» **Goal of the exercise**: Search the records for "over". Copy every line where it appears.

» **Material supplied**:
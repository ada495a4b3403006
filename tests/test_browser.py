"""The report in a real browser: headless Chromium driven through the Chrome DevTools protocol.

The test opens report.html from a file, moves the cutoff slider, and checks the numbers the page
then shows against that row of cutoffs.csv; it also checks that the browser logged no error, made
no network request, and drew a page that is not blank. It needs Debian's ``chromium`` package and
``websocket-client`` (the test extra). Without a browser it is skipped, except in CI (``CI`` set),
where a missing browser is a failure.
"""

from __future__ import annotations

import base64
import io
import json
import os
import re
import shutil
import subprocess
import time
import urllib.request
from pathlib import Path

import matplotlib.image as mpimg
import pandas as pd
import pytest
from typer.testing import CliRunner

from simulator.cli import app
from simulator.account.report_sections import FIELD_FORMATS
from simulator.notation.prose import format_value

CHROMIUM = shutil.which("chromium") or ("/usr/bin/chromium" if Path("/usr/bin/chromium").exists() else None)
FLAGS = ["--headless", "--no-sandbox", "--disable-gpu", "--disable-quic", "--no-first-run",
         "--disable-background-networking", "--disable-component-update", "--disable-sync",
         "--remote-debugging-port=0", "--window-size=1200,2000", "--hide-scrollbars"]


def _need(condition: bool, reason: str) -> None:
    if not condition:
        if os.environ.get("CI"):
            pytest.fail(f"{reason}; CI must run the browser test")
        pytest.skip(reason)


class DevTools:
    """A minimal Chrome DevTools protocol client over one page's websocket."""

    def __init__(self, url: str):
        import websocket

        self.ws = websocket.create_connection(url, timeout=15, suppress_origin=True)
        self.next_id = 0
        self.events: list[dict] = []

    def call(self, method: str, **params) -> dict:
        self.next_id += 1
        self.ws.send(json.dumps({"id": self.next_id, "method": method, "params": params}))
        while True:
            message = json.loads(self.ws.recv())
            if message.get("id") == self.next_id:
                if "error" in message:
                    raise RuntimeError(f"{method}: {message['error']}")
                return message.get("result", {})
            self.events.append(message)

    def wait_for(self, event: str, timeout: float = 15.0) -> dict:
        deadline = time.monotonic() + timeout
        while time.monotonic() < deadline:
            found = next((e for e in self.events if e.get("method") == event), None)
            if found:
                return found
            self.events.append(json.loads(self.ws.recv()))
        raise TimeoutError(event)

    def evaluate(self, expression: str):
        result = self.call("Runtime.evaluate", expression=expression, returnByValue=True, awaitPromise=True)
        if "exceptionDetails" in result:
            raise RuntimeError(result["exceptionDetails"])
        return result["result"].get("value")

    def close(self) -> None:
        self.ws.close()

--

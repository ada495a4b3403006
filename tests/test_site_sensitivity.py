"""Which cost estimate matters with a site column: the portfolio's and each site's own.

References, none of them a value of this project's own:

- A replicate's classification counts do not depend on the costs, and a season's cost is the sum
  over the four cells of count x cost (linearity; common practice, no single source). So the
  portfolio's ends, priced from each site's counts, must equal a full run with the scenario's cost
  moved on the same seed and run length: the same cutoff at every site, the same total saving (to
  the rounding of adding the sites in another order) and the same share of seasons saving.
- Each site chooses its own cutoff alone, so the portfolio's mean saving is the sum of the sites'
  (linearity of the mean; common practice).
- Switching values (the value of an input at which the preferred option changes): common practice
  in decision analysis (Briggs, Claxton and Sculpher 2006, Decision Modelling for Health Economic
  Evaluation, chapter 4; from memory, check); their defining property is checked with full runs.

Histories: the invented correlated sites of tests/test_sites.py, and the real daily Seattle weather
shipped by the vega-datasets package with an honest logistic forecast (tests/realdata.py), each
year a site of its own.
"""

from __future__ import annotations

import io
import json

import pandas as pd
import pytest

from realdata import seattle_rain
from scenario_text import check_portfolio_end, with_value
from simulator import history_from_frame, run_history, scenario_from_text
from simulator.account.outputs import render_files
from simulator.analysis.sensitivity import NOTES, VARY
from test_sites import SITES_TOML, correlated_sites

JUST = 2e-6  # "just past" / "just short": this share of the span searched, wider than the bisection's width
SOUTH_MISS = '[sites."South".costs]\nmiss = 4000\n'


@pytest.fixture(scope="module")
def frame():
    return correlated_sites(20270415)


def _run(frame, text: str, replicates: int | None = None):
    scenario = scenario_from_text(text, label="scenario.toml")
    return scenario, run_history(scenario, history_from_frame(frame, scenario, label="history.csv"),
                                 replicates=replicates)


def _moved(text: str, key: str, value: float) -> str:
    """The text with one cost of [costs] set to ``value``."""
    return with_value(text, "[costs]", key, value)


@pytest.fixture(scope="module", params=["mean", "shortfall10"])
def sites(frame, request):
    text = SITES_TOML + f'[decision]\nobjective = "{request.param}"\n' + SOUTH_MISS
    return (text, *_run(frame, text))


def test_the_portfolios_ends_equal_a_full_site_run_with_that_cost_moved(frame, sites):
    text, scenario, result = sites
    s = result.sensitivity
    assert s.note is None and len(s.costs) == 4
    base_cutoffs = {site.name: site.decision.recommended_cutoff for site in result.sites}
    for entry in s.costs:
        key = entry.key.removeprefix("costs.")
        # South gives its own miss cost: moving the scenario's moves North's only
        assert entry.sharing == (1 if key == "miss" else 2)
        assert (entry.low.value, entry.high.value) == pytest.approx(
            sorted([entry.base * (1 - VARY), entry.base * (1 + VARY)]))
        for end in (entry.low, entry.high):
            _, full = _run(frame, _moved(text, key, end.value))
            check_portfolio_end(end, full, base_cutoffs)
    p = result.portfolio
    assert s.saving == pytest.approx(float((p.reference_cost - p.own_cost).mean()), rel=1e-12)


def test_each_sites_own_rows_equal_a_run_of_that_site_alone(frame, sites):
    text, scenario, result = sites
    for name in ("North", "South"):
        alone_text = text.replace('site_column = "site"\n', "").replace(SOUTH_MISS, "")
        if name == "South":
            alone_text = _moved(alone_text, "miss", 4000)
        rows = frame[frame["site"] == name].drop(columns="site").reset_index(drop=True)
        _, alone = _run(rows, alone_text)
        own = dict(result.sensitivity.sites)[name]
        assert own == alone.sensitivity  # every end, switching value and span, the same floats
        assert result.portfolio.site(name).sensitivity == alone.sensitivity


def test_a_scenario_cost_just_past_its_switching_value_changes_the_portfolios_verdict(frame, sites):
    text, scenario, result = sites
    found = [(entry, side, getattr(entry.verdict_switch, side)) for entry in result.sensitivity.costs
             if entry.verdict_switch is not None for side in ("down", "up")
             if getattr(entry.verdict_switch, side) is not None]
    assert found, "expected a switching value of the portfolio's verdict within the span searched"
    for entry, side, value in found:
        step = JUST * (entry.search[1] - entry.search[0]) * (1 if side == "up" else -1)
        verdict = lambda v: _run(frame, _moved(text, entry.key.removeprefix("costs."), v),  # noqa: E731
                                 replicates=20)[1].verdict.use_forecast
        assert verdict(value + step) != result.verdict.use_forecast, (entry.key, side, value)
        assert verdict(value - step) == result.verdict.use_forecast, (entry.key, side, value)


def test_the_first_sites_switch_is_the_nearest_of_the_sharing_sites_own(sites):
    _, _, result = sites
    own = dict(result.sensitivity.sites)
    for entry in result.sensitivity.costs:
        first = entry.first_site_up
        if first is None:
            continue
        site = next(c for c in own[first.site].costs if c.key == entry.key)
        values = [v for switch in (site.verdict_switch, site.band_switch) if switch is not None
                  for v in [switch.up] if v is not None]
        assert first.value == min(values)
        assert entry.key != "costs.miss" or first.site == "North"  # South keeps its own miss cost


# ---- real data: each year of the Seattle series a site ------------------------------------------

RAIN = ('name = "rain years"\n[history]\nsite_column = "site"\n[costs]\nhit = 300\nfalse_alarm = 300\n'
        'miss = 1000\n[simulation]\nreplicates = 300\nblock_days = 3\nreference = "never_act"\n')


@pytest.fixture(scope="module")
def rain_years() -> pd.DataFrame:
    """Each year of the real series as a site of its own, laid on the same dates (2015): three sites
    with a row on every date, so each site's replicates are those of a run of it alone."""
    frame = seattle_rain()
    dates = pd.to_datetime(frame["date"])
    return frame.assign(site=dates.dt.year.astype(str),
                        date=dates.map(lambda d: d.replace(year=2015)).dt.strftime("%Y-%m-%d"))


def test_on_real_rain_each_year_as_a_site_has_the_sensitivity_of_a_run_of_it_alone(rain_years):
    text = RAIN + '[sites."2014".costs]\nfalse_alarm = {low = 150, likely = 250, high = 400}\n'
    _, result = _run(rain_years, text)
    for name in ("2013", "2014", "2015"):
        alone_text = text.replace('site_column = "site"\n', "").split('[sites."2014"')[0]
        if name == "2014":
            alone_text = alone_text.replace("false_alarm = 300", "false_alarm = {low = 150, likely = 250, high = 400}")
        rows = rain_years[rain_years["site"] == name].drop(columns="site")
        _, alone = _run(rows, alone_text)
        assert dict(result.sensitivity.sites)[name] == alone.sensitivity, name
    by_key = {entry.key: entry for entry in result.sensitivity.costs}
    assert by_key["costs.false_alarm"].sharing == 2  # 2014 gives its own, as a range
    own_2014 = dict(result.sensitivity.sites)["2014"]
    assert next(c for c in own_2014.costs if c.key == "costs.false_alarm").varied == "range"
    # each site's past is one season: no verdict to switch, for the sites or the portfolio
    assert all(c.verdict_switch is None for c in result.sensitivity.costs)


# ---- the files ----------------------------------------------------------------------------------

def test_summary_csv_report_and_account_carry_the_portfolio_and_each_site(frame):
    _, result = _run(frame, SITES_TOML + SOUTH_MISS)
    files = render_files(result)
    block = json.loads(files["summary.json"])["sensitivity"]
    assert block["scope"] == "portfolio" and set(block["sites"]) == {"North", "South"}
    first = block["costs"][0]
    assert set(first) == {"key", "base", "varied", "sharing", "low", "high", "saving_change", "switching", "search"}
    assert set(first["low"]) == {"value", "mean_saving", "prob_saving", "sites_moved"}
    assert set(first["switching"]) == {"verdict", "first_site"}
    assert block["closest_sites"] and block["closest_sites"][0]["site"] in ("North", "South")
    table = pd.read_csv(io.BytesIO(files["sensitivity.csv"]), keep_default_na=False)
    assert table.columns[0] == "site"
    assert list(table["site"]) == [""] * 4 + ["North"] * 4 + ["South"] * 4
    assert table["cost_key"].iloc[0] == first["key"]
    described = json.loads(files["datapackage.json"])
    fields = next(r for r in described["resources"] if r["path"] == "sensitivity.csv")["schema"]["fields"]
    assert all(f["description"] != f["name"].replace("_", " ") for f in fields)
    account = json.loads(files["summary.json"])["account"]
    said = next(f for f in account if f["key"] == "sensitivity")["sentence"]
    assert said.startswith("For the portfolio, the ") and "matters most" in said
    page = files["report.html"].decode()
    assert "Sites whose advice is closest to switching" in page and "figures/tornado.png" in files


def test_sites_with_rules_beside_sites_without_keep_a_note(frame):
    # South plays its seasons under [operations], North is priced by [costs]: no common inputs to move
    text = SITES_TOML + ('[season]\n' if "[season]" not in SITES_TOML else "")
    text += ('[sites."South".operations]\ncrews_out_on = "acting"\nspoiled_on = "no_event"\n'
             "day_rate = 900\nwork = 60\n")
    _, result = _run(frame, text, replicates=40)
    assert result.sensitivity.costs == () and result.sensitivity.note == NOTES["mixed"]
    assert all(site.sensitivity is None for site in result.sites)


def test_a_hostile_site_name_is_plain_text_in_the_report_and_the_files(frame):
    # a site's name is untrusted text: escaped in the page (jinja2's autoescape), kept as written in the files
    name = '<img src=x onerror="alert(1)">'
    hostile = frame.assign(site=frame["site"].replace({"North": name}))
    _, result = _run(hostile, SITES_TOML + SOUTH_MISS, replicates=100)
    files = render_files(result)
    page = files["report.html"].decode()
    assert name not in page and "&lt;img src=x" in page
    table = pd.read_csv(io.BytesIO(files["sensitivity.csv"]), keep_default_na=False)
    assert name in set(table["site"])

» **Problem solution**:
    """A minimal Chrome DevTools protocol client over one page's websocket."""
  over the four cells of count x cost (linearity; common practice, no single source). So the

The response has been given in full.